Provided material:
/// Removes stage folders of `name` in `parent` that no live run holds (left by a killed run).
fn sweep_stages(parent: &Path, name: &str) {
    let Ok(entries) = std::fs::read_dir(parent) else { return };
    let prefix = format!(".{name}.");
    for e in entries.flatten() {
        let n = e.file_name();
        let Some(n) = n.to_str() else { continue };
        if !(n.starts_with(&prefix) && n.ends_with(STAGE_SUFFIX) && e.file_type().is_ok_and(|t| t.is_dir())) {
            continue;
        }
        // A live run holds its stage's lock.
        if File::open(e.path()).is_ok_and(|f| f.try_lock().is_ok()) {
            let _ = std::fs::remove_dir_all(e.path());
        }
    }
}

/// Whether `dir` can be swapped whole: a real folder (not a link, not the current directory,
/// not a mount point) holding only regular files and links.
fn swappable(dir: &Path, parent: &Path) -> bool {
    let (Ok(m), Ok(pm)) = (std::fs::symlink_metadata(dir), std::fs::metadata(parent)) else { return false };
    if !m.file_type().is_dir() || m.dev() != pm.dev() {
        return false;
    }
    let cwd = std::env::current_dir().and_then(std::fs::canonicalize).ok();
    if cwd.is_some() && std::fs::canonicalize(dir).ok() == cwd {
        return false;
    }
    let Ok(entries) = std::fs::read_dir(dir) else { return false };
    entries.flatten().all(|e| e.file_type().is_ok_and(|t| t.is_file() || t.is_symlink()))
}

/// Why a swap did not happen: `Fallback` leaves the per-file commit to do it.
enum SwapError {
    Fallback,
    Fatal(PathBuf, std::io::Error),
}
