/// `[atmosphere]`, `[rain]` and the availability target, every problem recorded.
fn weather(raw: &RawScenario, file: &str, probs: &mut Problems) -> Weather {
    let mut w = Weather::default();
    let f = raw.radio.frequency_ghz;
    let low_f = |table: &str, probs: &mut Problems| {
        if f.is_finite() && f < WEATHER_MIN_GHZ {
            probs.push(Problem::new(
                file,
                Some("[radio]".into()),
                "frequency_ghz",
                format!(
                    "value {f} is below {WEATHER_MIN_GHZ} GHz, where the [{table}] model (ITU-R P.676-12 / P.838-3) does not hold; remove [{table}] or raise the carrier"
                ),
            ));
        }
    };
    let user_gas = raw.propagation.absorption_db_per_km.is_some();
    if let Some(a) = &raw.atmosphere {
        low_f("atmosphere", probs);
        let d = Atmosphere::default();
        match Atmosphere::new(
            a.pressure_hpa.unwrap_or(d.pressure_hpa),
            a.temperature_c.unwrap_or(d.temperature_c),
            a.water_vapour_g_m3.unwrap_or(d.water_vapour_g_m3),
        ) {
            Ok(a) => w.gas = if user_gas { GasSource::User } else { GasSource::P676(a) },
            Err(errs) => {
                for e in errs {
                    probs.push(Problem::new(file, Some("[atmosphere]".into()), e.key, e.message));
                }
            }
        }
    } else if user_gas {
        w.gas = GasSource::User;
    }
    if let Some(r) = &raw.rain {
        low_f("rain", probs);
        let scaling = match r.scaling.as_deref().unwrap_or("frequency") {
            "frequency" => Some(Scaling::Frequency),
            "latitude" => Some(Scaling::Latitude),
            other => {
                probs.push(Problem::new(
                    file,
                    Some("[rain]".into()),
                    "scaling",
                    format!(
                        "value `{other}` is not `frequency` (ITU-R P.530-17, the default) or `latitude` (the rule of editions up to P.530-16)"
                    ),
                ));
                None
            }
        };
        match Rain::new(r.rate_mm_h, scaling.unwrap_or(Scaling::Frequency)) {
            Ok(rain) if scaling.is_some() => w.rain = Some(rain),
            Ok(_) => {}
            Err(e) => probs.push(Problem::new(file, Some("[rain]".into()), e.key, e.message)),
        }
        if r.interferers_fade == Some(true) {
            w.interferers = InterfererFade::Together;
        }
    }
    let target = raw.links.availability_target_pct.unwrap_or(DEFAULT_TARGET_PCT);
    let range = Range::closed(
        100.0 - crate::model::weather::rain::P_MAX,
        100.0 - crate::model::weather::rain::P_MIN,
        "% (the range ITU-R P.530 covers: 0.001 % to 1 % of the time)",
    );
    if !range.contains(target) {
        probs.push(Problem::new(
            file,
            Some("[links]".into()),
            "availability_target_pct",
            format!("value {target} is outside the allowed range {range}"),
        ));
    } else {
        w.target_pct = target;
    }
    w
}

* * *

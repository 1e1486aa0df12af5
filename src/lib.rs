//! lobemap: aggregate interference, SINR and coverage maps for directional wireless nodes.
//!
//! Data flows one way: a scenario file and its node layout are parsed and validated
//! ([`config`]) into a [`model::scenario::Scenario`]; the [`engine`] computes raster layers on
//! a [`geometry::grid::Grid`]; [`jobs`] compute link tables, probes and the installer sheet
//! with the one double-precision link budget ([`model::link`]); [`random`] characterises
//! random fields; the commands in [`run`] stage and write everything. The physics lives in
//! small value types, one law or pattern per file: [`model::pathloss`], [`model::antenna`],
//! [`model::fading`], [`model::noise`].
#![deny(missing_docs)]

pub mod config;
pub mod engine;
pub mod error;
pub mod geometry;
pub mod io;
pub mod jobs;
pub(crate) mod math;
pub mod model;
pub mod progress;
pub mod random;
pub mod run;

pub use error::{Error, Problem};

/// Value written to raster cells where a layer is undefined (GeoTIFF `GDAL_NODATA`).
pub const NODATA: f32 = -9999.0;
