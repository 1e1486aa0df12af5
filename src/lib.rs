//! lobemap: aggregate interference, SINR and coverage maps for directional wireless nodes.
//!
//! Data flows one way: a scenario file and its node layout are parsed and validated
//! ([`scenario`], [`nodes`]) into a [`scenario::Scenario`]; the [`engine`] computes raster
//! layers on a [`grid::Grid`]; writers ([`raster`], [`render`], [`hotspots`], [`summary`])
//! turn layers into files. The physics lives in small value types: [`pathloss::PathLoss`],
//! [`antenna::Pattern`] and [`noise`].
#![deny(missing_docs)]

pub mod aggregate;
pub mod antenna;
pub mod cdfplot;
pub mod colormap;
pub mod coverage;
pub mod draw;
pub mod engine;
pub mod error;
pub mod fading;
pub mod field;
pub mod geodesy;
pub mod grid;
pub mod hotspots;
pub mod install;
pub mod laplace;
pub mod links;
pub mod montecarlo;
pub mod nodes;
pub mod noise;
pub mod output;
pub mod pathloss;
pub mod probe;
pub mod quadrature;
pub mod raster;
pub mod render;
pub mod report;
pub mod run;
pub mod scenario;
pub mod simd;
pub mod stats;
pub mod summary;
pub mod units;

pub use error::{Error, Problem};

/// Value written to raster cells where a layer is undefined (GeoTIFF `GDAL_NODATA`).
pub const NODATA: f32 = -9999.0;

What you need to do: Every line in the records above that contains the word "small" should be copied out.

Exercise solution:
//! small value types, one law or pattern per file: [`model::pathloss`], [`model::antenna`],
//! turn layers into files. The physics lives in small value types: [`pathloss::PathLoss`],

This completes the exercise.